Op. Dr. Kalın: İzsiz cerrahi ile kozmetik ve estetik bir arada
Eda ŞAHİN-Erdi DEMİR/İSTANBUL, (DHA)- Kadın hastalıkları ve doğum branşında sezaryen harici her türlü ameliyatı kapalı olarak yapabildiklerini belirten Kadın Hastalıkları ve Doğum Uzmanı Op. Dr. Ayşegül Kalın Ayçiçek, “İzsiz cerrahi yöntemi (laparoskopik/kapalı cerrahi) ile hastada daha az iz bırakarak sosyal yaşamına hızla dönmesini sağlayabilir, kanamayı azaltabilir, kozmetik ve estetik cerrahiyi bir araya getirebiliriz” dedi.
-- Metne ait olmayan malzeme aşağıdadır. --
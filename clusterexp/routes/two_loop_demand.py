"""Computed on demand: the alpha^2 coefficient of b_n of one species beyond the table.

`two_loop_table` holds the part of b_n^(2) beyond the chains of three loops for n <= its
SINGLE_CYCLES_CHECKED (= 10), from the quadrature engine. For larger n it is assembled here when asked:

* every two-loop cluster {p-cycle, q-cycle}, p + q = n: its part beyond the chains, the link squared in
  closed form (`link_integrals`, docs/perturbative.md 4k; milliseconds) plus the angle-area parts
  (derived, `angle_area.one_species_units`, section 4i);
* the n-cycle alone (`cycle_alone.k_cycle_orders`, by quadrature): the chains carry its Fock-squared ring
  part (1/2)[z^n] z ln^2(1 - z)/(1 - z); what it has beyond (zero to 1e-10 for n <= 16, docs/perturbative.md
  4h, a finding, not a derivation) is computed and added, so nothing rests on that pattern here.

The n-cycle alone runs at two rules; its bound is max(MARGIN x the change between the rules, its own
value, FLOOR), the clusters' bounds (`link_integrals.coefficient`) are added. Per unit mass about bosons
(about fermions the clusters' sign is (-1)^n, the caller's). The cost is the n-cycle's quadrature
(benchmarks/two_loop_demand.py: about one to nine minutes of one core for n = 11 .. 16 on a loaded machine), so the result is
cached for the process, each step shows on a terminal, and n > MAX_N is refused (NotSupportedYet, said
beside the coefficient's name).
"""
from __future__ import annotations

import time
from fractions import Fraction
from functools import lru_cache

from ..errors import NotSupportedYet
from ..progress import Progress
from . import link_integrals
from .angle_area import one_species_units
from .cycle_alone import k_cycle_orders
from .two_loop_table import FLOOR, SINGLE_CYCLES_CHECKED

MAX_N = 16
CYCLE_RULES = ((8, 8), (10, 12))           # (levels, nodes) of the k-cycle alone at the same two tolerances
MARGIN = 10
STEPS: list[tuple[str, float, float]] = []   # (step, seconds, value) of the computations run so far (benchmarks)


def ring_part(n: int) -> Fraction:
    """The Fock-squared ring part of the n-cycle alone, (1/2)[z^n] z ln^2(1 - z)/(1 - z), exactly:
    ln^2(1 - z) = sum_{m >= 2} (2 H_{m-1}/m) z^m, so the coefficient is sum_{m=2}^{n-1} H_{m-1}/m."""
    harmonic, total = Fraction(0), Fraction(0)
    for m in range(2, n):
        harmonic += Fraction(1, m - 1)
        total += harmonic / m
    return total


def beyond_on_demand(n: int) -> tuple[float, float]:
    """(value, error bound) of the alpha^2 coefficient of b_n (one species of unit mass, about bosons)
    beyond the chains of three loops, computed now for SINGLE_CYCLES_CHECKED < n <= MAX_N."""
    if isinstance(n, bool) or not isinstance(n, int) or n <= SINGLE_CYCLES_CHECKED:
        raise ValueError(f"n must be an integer above {SINGLE_CYCLES_CHECKED} (below, the table has it); got {n!r}")
    if n > MAX_N:
        raise NotSupportedYet(f"b_{n} at second order (the n-cycle alone is computed on demand up to n = "
                              f"{MAX_N}, by quadrature, minutes each; docs/perturbative.md, sections 4h, 4k)")
    return _computed(n)


@lru_cache(maxsize=None)
def _computed(n: int) -> tuple[float, float]:
    clusters = [(p, n - p) for p in range((n + 1) // 2, n)]
    value, bound = 0.0, 0.0
    start = time.perf_counter()
    for p, q in clusters:                     # closed form (section 4k) plus the derived angle-area parts
        link, link_bound = link_integrals.coefficient(p, q)
        half = 2 if p == q else 1             # one species' units: the cluster's first order is halved
        value += link / half + float(sum(one_species_units(p, q)))
        bound += link_bound / half
    STEPS.append((f"the {len(clusters)} two-loop clusters of b_{n} in closed form", time.perf_counter() - start, value))
    report = Progress()
    runs = []
    try:
        for k, rule in enumerate(CYCLE_RULES, 1):
            report.step(f"quadrature b_{n} at second order, the {n}-cycle alone, rule {k}/{len(CYCLE_RULES)}")
            start = time.perf_counter()
            runs.append(k_cycle_orders(n, *rule)[1] - float(ring_part(n)))
            STEPS.append((f"{n}-cycle alone beyond its ring part, rule {rule}", time.perf_counter() - start, runs[-1]))
    finally:
        report.done()
    value += runs[-1]
    bound += max(MARGIN * abs(runs[1] - runs[0]), abs(runs[-1]), FLOOR)
    return float(value), float(bound)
Teknolojinin gelişmesi ile birçok sağlık branşında izsiz cerrahi işleminin kullanılabildiğini vurgulayan Emsey Hospital’dan Op. Dr. Ayşegül Kalın Ayçiçek, kadın hastalıkları ve doğum alanında da bu cerrahiden oldukça yararlanıldığını belirtti. İzsiz cerrahi ile kadın hastalıklarından muzdarip birçok kadının kolay ve rahat bir şekilde sağlığına kavuşabileceğini de kaydeden Op. Dr. Ayçiçek, her kadının böyle bir şansı olduğunu bilmesinin çok önemli olduğunu vurguladı.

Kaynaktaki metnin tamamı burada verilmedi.